Stored data entries:

########

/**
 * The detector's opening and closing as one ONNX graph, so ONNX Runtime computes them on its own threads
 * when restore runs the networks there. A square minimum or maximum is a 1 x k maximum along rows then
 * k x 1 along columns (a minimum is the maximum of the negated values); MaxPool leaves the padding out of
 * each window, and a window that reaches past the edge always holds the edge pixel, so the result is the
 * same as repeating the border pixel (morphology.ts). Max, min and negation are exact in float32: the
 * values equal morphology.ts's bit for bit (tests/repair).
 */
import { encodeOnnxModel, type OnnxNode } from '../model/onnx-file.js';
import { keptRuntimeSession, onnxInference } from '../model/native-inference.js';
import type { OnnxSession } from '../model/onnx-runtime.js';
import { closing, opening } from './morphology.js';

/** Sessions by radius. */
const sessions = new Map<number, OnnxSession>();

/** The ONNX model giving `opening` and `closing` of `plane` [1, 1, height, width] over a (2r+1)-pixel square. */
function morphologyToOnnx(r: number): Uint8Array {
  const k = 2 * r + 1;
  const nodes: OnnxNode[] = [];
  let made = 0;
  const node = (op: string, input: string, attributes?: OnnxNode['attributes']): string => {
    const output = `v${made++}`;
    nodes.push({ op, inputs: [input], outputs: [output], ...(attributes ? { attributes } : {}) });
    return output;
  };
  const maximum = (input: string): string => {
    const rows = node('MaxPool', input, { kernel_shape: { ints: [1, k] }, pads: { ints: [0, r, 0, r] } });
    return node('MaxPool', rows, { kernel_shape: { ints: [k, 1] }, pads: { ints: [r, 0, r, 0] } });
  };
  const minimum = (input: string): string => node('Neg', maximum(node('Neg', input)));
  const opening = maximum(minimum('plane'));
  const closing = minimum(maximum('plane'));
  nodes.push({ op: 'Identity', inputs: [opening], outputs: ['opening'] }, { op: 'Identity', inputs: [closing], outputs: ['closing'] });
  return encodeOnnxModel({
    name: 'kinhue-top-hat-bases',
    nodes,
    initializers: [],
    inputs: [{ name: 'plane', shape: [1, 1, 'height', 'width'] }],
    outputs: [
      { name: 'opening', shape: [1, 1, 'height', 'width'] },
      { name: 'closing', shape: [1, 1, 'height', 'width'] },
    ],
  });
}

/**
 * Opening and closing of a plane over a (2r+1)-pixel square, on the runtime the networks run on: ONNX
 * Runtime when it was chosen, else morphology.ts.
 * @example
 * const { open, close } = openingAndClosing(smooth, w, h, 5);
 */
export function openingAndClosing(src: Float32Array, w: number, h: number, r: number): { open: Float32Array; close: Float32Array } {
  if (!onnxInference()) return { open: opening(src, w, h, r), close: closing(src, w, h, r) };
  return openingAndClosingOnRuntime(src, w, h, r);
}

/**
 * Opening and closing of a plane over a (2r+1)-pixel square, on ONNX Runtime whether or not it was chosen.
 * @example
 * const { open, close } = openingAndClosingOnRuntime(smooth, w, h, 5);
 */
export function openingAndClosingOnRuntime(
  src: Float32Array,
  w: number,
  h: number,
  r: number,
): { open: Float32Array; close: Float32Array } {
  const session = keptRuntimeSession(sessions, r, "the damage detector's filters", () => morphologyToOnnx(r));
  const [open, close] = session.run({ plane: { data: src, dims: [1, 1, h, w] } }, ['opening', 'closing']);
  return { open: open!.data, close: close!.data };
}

########

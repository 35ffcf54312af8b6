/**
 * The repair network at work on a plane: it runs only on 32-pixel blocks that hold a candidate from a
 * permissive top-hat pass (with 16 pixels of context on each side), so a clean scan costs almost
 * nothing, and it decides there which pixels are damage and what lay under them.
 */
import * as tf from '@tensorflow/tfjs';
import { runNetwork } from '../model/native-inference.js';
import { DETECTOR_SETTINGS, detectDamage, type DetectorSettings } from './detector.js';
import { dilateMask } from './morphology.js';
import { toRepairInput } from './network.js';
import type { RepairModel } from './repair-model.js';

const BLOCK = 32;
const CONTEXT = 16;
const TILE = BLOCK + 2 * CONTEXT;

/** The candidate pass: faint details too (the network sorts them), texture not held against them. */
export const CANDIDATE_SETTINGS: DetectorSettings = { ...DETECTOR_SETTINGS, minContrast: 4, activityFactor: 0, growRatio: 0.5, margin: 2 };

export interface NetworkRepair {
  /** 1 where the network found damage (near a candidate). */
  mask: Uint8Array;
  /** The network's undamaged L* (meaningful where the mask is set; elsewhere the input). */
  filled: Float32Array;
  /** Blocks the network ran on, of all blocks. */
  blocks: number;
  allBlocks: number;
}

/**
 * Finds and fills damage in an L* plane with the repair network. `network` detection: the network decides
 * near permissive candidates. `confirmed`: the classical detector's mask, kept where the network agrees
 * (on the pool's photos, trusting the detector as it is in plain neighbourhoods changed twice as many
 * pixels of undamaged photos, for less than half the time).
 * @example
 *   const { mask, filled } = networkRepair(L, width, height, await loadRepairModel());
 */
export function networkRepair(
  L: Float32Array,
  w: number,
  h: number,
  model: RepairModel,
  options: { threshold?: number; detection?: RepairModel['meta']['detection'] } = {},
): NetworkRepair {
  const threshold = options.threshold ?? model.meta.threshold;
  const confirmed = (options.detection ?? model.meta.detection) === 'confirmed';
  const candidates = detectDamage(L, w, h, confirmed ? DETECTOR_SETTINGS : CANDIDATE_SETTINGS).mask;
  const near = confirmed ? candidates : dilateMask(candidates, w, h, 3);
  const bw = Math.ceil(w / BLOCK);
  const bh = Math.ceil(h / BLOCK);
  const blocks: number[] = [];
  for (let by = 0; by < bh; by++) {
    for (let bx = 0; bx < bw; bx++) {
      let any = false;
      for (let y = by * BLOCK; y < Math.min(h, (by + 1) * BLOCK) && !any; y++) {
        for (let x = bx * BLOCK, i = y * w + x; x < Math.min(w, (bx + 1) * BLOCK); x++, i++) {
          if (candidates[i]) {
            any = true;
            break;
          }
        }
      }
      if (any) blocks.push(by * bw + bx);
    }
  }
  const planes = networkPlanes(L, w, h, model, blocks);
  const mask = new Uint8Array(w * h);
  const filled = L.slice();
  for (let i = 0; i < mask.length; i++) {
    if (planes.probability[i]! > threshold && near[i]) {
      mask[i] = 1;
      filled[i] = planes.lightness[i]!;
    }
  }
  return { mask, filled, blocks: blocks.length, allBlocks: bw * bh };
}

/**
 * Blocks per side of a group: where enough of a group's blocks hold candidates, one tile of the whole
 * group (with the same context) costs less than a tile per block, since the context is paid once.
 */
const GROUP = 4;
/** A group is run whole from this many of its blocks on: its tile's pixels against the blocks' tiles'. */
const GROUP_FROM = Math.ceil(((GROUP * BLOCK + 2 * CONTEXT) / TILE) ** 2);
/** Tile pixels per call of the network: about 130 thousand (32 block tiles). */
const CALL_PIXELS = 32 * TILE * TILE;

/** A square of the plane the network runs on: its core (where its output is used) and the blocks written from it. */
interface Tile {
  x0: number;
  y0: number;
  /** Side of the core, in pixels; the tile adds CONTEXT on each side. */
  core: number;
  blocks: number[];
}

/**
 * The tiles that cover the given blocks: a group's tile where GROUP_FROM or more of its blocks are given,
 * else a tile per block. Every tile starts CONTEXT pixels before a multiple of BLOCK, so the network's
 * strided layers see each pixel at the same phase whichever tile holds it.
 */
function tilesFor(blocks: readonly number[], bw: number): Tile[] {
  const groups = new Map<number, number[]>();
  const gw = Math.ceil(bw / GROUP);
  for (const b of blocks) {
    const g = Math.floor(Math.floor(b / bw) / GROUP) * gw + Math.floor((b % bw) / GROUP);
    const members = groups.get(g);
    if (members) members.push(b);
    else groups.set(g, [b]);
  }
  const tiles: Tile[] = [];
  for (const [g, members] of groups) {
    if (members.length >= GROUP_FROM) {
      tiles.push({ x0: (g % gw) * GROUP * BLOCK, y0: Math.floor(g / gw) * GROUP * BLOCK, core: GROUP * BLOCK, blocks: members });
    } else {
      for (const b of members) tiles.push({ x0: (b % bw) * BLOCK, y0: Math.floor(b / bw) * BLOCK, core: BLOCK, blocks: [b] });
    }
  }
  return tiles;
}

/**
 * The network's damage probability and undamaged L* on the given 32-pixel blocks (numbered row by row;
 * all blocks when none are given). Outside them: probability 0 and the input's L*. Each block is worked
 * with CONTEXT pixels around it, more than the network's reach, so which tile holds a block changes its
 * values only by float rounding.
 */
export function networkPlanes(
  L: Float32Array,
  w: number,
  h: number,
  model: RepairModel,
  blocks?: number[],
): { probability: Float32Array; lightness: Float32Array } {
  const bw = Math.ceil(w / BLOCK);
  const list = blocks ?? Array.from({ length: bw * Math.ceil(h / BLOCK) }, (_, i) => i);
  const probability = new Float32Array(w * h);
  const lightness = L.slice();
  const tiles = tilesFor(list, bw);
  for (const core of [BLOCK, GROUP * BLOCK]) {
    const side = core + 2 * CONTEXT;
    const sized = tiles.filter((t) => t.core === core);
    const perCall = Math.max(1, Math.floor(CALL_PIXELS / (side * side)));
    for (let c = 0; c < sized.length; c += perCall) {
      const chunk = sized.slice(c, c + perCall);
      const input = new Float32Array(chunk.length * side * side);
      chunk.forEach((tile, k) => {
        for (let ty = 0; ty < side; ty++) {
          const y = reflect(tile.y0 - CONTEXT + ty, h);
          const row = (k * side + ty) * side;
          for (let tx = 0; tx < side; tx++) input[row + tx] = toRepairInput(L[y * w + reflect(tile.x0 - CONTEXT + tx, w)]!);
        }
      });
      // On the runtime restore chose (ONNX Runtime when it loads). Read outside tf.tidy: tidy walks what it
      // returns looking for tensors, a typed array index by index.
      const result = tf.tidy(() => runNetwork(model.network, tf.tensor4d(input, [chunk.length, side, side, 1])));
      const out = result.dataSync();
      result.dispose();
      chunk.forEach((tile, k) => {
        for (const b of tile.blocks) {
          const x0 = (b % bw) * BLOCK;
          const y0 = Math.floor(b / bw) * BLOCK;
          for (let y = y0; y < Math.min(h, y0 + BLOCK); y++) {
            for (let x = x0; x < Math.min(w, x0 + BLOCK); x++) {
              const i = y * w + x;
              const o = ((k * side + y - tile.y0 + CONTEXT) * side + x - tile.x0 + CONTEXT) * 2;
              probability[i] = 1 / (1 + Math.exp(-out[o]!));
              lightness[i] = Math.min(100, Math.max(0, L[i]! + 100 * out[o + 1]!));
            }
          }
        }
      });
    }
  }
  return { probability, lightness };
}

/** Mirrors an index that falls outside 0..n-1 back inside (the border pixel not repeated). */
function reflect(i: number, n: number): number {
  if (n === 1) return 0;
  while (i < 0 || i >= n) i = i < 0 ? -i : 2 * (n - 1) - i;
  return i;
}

########

Look through the records above and please copy every line in which the string "push" occurs.

    nodes.push({ op, inputs: [input], outputs: [output], ...(attributes ? { attributes } : {}) });
  nodes.push({ op: 'Identity', inputs: [opening], outputs: ['opening'] }, { op: 'Identity', inputs: [closing], outputs: ['closing'] });
      if (any) blocks.push(by * bw + bx);
    if (members) members.push(b);
      tiles.push({ x0: (g % gw) * GROUP * BLOCK, y0: Math.floor(g / gw) * GROUP * BLOCK, core: GROUP * BLOCK, blocks: members });
      for (const b of members) tiles.push({ x0: (b % bw) * BLOCK, y0: Math.floor(b / bw) * BLOCK, core: BLOCK, blocks: [b] });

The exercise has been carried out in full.